**Aim of the task**
Look through the material beneath and copy each line with the word "decimals".

______________________________

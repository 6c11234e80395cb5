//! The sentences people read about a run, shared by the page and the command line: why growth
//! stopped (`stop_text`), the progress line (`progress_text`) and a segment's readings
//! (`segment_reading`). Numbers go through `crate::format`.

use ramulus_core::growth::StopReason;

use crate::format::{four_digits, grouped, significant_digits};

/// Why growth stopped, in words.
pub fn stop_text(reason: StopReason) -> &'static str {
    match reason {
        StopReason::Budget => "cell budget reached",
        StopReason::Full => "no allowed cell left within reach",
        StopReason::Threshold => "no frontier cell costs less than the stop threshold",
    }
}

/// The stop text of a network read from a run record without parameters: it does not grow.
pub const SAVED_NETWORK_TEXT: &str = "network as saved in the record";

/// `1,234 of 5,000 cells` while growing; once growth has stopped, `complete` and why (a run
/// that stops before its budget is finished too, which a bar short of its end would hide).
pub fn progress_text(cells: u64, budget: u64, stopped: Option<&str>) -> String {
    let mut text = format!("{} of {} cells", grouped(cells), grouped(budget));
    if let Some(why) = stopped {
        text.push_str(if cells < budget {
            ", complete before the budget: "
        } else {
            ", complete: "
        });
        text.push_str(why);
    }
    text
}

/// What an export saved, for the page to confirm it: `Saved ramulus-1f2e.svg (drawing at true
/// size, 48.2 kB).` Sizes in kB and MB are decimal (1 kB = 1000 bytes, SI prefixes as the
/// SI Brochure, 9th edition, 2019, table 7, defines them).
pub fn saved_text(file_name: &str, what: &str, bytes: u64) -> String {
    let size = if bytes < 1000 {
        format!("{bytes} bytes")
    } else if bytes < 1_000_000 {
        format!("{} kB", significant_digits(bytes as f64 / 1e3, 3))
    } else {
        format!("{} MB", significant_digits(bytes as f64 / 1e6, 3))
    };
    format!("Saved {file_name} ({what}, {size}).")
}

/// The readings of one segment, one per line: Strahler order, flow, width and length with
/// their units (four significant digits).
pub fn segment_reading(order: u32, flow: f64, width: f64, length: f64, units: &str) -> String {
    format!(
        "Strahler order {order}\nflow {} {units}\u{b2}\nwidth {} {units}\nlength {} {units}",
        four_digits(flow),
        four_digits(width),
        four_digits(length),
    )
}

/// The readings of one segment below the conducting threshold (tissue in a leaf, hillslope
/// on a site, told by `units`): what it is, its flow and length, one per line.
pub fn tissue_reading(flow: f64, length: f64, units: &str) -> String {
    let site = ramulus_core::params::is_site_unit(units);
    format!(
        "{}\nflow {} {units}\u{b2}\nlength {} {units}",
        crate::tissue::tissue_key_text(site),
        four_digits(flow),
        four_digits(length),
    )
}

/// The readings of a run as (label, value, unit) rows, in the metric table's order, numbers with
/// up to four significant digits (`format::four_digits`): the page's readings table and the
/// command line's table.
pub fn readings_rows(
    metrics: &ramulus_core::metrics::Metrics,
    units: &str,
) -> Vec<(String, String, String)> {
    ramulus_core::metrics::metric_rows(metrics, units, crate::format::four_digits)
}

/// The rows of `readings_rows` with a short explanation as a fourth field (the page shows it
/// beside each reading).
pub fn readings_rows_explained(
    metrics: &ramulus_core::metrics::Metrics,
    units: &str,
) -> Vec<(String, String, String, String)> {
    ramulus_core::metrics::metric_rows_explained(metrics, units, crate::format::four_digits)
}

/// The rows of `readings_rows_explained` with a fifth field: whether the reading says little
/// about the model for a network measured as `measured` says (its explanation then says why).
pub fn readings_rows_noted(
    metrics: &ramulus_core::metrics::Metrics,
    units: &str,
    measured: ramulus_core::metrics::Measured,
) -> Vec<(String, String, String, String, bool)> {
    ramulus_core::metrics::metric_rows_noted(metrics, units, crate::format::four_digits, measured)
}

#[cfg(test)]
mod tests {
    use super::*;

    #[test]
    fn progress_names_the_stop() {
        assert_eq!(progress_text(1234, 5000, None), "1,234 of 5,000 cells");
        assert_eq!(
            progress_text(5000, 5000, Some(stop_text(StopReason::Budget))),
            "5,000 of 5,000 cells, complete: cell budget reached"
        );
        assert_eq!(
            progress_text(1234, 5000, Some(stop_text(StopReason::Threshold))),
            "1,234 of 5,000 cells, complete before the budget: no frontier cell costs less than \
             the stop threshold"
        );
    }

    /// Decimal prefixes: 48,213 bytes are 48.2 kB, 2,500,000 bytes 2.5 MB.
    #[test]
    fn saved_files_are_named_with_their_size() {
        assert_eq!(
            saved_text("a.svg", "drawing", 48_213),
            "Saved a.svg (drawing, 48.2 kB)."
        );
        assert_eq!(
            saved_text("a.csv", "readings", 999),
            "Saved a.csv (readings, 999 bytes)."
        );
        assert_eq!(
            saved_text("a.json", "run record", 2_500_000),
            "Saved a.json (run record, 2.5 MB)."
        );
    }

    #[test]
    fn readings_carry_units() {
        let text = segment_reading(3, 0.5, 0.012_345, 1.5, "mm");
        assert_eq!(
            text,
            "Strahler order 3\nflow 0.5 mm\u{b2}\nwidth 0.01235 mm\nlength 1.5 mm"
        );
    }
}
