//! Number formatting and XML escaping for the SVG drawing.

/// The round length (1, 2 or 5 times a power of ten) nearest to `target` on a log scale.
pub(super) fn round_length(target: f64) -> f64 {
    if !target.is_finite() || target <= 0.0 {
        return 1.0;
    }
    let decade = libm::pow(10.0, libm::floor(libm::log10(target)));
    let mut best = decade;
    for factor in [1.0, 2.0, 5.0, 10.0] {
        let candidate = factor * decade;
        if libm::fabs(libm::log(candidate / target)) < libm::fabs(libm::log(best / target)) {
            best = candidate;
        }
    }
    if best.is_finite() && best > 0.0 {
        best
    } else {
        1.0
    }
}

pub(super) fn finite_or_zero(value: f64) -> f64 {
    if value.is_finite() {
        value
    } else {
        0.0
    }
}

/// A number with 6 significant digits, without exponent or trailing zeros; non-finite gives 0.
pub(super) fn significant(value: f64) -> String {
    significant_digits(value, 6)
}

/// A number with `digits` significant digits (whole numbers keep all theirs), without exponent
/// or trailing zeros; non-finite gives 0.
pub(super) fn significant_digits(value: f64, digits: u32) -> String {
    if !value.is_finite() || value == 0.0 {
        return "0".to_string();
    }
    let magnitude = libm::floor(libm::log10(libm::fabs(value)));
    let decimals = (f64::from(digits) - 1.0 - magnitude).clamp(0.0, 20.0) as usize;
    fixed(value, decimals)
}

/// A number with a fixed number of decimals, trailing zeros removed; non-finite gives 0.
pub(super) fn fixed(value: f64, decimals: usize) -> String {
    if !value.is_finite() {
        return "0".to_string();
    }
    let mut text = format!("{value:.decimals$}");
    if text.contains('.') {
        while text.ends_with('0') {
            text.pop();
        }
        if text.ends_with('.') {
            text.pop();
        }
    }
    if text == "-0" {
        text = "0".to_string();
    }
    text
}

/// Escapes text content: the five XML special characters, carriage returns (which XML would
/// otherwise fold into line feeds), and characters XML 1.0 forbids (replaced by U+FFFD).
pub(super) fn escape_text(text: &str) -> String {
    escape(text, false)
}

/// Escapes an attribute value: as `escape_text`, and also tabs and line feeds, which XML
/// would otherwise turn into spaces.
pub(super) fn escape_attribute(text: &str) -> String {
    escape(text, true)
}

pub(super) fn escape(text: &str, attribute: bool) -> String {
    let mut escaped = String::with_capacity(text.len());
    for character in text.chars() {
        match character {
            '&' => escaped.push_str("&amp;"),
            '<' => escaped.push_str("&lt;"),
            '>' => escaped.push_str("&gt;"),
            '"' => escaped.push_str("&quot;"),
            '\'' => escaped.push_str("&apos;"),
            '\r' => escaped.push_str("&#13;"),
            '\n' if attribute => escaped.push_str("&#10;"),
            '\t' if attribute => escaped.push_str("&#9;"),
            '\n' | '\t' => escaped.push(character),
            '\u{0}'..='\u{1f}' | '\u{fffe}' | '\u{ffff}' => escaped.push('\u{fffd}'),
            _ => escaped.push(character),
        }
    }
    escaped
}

______________________________

**Reply to the exercise**
    let decimals = (f64::from(digits) - 1.0 - magnitude).clamp(0.0, 20.0) as usize;
    fixed(value, decimals)
/// A number with a fixed number of decimals, trailing zeros removed; non-finite gives 0.
pub(super) fn fixed(value: f64, decimals: usize) -> String {
    let mut text = format!("{value:.decimals$}");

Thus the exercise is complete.